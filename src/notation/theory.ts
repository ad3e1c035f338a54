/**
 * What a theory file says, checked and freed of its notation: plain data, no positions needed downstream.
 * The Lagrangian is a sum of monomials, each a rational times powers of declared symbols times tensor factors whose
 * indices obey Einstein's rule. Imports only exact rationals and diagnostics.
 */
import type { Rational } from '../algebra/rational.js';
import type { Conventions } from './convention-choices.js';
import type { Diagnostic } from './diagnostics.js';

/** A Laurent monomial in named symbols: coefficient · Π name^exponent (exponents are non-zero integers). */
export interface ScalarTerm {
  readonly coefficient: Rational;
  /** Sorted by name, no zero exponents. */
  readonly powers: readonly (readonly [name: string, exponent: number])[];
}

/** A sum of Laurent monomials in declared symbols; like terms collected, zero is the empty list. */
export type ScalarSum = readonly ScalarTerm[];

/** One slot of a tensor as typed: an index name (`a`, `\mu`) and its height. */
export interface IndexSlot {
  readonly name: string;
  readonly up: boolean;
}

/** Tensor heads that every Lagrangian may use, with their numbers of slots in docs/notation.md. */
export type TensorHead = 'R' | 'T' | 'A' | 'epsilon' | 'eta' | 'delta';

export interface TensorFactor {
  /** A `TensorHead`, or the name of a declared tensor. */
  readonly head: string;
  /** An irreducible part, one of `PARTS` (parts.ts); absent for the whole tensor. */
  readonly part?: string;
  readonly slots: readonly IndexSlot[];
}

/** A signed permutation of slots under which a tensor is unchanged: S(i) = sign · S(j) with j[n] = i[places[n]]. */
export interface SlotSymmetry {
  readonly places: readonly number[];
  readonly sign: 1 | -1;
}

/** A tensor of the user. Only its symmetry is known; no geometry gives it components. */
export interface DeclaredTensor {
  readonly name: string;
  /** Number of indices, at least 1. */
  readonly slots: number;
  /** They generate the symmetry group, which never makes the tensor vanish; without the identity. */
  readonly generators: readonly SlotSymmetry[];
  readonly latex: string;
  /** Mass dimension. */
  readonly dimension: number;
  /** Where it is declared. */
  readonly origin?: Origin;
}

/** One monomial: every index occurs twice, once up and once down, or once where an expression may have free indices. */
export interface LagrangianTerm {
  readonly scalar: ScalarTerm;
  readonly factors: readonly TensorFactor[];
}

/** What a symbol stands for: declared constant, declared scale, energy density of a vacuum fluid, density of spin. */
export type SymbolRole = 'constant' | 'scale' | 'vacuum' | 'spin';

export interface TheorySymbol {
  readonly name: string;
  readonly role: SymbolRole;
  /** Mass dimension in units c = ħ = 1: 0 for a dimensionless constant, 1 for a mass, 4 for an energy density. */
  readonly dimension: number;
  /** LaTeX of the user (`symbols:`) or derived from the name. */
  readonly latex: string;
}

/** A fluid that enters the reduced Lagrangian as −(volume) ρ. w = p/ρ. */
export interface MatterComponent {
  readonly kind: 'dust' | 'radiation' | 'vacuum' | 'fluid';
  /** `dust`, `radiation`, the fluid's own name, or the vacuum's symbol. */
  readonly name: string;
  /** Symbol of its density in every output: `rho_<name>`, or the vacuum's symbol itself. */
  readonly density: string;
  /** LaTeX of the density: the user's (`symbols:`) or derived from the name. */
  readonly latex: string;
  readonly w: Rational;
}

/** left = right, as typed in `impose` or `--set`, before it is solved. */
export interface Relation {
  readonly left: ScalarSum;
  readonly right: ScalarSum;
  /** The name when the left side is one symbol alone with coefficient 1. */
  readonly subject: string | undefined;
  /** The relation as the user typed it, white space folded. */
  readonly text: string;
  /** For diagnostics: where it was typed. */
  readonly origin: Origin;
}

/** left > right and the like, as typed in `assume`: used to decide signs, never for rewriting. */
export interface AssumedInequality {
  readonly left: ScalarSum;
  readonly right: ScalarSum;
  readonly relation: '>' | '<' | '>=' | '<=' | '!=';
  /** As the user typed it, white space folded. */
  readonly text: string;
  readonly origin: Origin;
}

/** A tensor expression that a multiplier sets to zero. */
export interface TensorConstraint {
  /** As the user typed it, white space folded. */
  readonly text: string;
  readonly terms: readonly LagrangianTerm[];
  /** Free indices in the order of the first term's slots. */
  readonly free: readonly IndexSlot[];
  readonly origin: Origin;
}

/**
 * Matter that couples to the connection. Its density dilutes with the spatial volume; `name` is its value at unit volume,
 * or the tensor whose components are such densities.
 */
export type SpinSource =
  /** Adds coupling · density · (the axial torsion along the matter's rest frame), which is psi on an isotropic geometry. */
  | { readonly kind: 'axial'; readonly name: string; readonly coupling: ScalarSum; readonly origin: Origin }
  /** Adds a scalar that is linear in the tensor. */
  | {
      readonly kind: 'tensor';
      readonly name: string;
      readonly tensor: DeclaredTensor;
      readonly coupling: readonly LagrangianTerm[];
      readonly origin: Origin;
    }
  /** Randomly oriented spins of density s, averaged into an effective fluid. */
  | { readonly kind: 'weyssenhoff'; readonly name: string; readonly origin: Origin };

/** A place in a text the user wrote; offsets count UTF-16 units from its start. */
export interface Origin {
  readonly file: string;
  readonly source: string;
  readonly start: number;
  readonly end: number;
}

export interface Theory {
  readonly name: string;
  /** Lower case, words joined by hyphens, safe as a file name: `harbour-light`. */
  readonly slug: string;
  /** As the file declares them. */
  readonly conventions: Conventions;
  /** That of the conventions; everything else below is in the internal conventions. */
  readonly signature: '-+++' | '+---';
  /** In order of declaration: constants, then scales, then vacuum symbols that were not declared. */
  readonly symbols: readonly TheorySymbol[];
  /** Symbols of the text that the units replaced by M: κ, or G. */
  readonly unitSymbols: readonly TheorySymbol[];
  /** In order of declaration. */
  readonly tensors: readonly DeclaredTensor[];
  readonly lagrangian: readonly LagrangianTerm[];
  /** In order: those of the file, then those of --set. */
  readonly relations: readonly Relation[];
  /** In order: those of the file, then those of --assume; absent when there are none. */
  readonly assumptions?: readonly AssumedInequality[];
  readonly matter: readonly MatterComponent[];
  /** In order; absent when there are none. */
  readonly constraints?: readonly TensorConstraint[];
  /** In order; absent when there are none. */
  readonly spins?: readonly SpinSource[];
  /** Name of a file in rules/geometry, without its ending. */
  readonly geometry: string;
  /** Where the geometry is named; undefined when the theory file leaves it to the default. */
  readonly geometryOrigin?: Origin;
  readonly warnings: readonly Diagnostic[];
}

* * *

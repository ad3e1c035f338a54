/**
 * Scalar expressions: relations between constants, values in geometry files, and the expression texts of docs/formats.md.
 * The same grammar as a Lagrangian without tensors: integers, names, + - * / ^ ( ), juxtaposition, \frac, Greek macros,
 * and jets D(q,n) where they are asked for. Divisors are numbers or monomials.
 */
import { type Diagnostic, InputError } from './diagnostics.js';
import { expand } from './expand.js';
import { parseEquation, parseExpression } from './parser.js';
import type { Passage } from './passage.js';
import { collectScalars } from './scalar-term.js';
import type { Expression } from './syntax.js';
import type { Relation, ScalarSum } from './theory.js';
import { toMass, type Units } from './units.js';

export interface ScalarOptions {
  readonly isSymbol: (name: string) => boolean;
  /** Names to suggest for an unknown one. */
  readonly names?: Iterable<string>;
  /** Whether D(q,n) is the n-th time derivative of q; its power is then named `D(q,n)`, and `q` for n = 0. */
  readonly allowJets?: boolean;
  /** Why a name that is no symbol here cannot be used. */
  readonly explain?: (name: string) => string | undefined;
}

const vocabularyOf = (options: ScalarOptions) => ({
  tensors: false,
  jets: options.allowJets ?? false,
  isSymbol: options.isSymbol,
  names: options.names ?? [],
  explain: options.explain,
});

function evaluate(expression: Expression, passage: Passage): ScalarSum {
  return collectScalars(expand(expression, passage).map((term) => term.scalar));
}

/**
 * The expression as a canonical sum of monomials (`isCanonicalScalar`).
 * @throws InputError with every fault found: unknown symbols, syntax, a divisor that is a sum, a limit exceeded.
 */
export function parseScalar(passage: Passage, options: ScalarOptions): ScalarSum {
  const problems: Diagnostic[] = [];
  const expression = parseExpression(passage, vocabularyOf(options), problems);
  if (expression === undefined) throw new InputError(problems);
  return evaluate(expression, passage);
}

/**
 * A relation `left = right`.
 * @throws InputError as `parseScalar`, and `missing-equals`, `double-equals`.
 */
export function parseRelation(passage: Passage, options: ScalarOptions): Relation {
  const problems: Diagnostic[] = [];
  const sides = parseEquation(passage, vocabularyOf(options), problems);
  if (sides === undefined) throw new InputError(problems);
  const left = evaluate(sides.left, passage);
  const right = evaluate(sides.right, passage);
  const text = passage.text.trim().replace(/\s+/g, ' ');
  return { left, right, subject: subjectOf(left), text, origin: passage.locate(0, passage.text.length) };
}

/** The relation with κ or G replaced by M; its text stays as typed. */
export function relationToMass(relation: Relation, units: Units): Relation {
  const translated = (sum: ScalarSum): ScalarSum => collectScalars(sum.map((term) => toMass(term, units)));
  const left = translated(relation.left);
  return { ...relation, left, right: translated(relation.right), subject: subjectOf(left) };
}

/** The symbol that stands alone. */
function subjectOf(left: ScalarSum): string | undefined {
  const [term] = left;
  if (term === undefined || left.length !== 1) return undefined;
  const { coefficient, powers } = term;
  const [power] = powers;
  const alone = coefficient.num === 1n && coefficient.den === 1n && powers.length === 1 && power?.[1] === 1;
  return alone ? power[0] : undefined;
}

*WHAT THE EXERCISE ASKS*.
Only lines holding the word "TheorySymbol" are wanted, so copy each of them from the records above.

*RESULT FOR THIS TASK*.
export interface TheorySymbol {
  readonly symbols: readonly TheorySymbol[];
  readonly unitSymbols: readonly TheorySymbol[];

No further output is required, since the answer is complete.